» INPUT DATA:
+-------+

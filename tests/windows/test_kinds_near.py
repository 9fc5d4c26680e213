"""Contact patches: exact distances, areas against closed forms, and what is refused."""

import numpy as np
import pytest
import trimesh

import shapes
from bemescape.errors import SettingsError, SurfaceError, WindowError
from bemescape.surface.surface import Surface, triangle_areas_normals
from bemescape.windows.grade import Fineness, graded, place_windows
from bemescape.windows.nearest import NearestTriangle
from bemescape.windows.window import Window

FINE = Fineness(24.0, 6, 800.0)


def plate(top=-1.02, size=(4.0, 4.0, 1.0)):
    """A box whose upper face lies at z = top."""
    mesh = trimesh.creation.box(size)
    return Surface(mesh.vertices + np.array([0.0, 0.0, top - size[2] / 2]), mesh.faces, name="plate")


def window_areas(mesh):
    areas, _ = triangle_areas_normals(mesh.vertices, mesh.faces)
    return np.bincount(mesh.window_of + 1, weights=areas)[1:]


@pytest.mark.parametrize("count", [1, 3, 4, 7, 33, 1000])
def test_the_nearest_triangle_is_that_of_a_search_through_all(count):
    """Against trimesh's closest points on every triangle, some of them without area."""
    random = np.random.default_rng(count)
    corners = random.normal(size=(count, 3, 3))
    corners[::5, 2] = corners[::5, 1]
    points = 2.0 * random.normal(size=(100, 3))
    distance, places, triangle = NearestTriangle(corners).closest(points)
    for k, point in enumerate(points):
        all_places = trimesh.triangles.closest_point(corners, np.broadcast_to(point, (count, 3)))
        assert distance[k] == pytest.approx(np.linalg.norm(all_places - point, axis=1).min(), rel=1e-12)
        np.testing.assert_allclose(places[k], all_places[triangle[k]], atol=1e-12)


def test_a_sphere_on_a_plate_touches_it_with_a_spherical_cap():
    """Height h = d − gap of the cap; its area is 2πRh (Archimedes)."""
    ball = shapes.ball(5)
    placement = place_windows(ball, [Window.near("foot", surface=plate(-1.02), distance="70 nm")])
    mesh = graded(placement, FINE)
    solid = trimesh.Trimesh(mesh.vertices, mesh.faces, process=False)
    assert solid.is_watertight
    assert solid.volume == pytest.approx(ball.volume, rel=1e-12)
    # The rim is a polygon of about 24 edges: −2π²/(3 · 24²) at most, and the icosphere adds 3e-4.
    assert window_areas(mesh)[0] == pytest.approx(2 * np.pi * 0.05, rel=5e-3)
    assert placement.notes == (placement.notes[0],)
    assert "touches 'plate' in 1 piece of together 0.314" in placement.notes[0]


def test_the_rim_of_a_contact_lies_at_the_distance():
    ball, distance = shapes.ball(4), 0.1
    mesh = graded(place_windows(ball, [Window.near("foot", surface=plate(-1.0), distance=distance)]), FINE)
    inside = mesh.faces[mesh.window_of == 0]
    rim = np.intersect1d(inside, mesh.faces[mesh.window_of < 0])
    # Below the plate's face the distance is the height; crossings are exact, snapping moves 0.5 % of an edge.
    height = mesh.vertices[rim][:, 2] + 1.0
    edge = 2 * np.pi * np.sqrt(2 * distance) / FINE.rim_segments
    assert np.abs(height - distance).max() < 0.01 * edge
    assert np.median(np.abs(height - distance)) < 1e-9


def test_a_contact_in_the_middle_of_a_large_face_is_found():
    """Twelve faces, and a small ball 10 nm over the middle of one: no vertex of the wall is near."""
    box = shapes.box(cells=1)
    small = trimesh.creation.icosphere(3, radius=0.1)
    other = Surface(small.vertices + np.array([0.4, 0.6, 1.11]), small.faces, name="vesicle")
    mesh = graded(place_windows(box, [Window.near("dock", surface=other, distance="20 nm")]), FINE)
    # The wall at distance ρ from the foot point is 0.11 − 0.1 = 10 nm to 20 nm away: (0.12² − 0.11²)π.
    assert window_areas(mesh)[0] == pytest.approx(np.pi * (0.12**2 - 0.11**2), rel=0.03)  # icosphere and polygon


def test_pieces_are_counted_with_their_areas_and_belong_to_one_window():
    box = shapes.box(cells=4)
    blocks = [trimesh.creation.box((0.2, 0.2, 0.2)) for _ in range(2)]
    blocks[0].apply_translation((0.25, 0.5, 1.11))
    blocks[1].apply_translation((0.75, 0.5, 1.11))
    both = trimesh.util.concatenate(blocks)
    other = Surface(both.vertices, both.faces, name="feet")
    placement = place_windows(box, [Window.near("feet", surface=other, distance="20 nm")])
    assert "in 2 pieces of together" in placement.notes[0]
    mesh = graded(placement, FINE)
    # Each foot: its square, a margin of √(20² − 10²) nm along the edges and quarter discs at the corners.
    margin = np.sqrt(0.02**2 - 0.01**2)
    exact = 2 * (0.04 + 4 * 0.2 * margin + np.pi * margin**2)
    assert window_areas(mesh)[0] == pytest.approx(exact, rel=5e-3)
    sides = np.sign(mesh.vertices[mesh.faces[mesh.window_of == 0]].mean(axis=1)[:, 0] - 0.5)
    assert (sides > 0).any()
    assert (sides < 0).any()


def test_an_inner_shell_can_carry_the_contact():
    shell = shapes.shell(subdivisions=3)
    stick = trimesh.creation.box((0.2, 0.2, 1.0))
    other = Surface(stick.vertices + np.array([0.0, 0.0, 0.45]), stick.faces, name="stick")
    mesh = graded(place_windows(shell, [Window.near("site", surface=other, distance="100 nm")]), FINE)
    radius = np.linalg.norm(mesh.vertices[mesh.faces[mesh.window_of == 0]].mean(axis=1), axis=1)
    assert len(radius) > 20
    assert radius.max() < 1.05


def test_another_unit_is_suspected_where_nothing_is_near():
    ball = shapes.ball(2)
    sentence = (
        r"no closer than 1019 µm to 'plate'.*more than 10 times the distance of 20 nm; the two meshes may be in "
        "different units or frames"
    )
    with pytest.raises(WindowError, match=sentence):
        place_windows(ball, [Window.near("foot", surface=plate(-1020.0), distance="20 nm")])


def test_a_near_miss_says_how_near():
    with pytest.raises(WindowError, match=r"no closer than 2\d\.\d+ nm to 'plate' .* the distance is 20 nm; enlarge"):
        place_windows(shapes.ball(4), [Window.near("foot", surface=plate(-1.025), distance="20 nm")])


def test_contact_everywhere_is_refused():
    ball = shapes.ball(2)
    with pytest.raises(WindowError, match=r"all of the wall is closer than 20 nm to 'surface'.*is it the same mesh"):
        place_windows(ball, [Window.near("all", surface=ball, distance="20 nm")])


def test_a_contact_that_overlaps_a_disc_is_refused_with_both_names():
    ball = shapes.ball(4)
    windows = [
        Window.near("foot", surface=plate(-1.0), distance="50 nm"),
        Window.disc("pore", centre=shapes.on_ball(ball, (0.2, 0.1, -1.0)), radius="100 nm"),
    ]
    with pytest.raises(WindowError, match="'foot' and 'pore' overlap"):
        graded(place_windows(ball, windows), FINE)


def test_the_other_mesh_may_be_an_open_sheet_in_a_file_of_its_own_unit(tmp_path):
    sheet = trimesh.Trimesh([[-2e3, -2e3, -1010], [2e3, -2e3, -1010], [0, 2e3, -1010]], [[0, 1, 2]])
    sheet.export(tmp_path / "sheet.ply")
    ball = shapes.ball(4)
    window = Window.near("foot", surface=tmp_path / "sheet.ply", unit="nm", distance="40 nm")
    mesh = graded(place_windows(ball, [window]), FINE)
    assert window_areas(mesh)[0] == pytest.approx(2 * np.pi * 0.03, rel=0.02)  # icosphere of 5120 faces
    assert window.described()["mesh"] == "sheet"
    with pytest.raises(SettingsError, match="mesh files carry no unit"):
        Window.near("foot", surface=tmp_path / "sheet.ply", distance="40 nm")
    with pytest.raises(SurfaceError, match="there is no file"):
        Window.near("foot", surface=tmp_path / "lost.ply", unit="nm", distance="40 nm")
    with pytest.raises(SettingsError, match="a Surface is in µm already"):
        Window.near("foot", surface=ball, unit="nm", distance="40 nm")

+-------+

» WHAT THE EXERCISE ASKS: Would you copy, unchanged, the stretch of the records above that begins at the line containing "margin = np.sqrt(0.02**2 - 0.01**2)" and ends at the line containing "wall is closer", and only that?

» RESPONSE:
    margin = np.sqrt(0.02**2 - 0.01**2)
    exact = 2 * (0.04 + 4 * 0.2 * margin + np.pi * margin**2)
    assert window_areas(mesh)[0] == pytest.approx(exact, rel=5e-3)
    sides = np.sign(mesh.vertices[mesh.faces[mesh.window_of == 0]].mean(axis=1)[:, 0] - 0.5)
    assert (sides > 0).any()
    assert (sides < 0).any()


def test_an_inner_shell_can_carry_the_contact():
    shell = shapes.shell(subdivisions=3)
    stick = trimesh.creation.box((0.2, 0.2, 1.0))
    other = Surface(stick.vertices + np.array([0.0, 0.0, 0.45]), stick.faces, name="stick")
    mesh = graded(place_windows(shell, [Window.near("site", surface=other, distance="100 nm")]), FINE)
    radius = np.linalg.norm(mesh.vertices[mesh.faces[mesh.window_of == 0]].mean(axis=1), axis=1)
    assert len(radius) > 20
    assert radius.max() < 1.05


def test_another_unit_is_suspected_where_nothing_is_near():
    ball = shapes.ball(2)
    sentence = (
        r"no closer than 1019 µm to 'plate'.*more than 10 times the distance of 20 nm; the two meshes may be in "
        "different units or frames"
    )
    with pytest.raises(WindowError, match=sentence):
        place_windows(ball, [Window.near("foot", surface=plate(-1020.0), distance="20 nm")])


def test_a_near_miss_says_how_near():
    with pytest.raises(WindowError, match=r"no closer than 2\d\.\d+ nm to 'plate' .* the distance is 20 nm; enlarge"):
        place_windows(shapes.ball(4), [Window.near("foot", surface=plate(-1.025), distance="20 nm")])


def test_contact_everywhere_is_refused():
    ball = shapes.ball(2)
    with pytest.raises(WindowError, match=r"all of the wall is closer than 20 nm to 'surface'.*is it the same mesh"):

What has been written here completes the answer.